(Provided records)

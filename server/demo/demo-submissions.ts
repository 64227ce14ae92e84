import { createCandidateSchema } from '@shared/api/candidates.ts';
import { createRevisionSchema } from '@shared/api/revisions.ts';
import { recordAudit } from '@server/audit/audit.ts';
import { insertCandidate } from '@server/candidates/candidates.repo.ts';
import { createCandidate } from '@server/candidates/candidates.service.ts';
import type { TrialRow } from '@server/jobs/finished-trial.ts';
import { submitRevision } from '@server/revisions/revisions.service.ts';
import { demoKernelSource } from './demo-kernels.ts';
import { person } from './demo-people.ts';
import type { DemoEvent } from './demo-story.ts';
import { idOf, type DemoWorld } from './demo-world.ts';

type EventOf<K extends DemoEvent['kind']> = Extract<DemoEvent, { kind: K }>;

/** How many times a candidate the story promotes is submitted again after a timing-only miss. */
const TIMING_RETRIES = 2;

/** A trial whose only failed rule is timing: noise at the demo's small sizes, not a flaw. */
function failedOnTimingOnly(trial: TrialRow): boolean {
  const failed = trial.verdict?.rules.filter((r) => !r.passed) ?? [];
  return (
    trial.status === 'completed' && failed.length > 0 && failed.every((r) => r.rule === 'timing')
  );
}

/**
 * Runs the trials a submission queued, or leaves them queued. For `run-until-passed`, a trial
 * that failed on timing alone is run again the way an author would: the same source submitted
 * as the next revision. Any other failure of a trial the story needs to pass stops the load.
 */
async function runQueued(
  world: DemoWorld,
  mode: EventOf<'submit'>['trial'],
  resubmit: () => Promise<void>,
): Promise<void> {
  const queued = world.queue.take();
  if (mode === 'queue') {
    world.leftQueued.push(...queued);
    return;
  }
  for (const trialId of queued) {
    let trial = await world.trials.run(trialId);
    for (let retry = 0; mode === 'run-until-passed' && retry < TIMING_RETRIES; retry++) {
      if (!failedOnTimingOnly(trial)) break;
      await resubmit();
      const [again] = world.queue.take();
      if (again === undefined) throw new Error('the resubmission queued no trial');
      trial = await world.trials.run(again);
    }
    if (mode === 'run-until-passed' && trial.passed !== true) {
      const reasons = trial.verdict?.rules.filter((r) => !r.passed).map((r) => r.reason) ?? [];
      throw new Error(
        `demo trial ${trial.id} was meant to pass but did not (${trial.status}): ${reasons.join(' ') || (trial.message ?? '')}`,
      );
    }
  }
}

/** A new candidate through the candidates service, then its trial. */
export async function playSubmit(world: DemoWorld, event: EventOf<'submit'>): Promise<void> {
  const by = person(world.people, event.by);
  const routineId = idOf(world.routines, event.routine, 'routine');
  const input = createCandidateSchema.parse({
    title: event.title,
    description: event.description,
    source: demoKernelSource(event.kernel),
  });
  const submitted = await createCandidate(world.db, world.queue, by, routineId, input);
  world.candidates.set(event.candidate, submitted.candidate.id);
  const again = createRevisionSchema.parse({ source: input.source });
  await runQueued(world, event.trial, async () => {
    await submitRevision(world.db, world.queue, by, submitted.candidate.id, again);
  });
}

/** A new revision through the revisions service, then its trial. */
export async function playRevise(world: DemoWorld, event: EventOf<'revise'>): Promise<void> {
  const by = person(world.people, event.by);
  const candidateId = idOf(world.candidates, event.candidate, 'candidate');
  const input = createRevisionSchema.parse({ source: demoKernelSource(event.kernel) });
  await submitRevision(world.db, world.queue, by, candidateId, input);
  await runQueued(world, event.trial, async () => {
    await submitRevision(world.db, world.queue, by, candidateId, input);
  });
}

/**
 * A candidate still being drafted: no revision yet. The API has no route for this (a candidate
 * is created with its first revision), so the row is written as the repository writes it, with
 * its audit entry.
 */
export async function playDraft(world: DemoWorld, event: EventOf<'draft'>): Promise<void> {
  const by = person(world.people, event.by);
  const row = await insertCandidate(world.db, {
    routineId: idOf(world.routines, event.routine, 'routine'),
    authorId: by.id,
    title: event.title,
    description: event.description,
  });
  world.candidates.set(event.candidate, row.id);
  await recordAudit(world.db, {
    actorId: by.id,
    teamId: world.people.teamId,
    action: 'candidate.drafted',
    entity: 'candidate',
    entityId: row.id,
    details: { to: 'drafting' },
  });
}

(End Provided records)

◆ **What needs to be done**
In the records, find every line that has the string "submitRevision" and copy it.

◆ **Solution to this problem**
import { submitRevision } from '@server/revisions/revisions.service.ts';
    await submitRevision(world.db, world.queue, by, submitted.candidate.id, again);
  await submitRevision(world.db, world.queue, by, candidateId, input);
    await submitRevision(world.db, world.queue, by, candidateId, input);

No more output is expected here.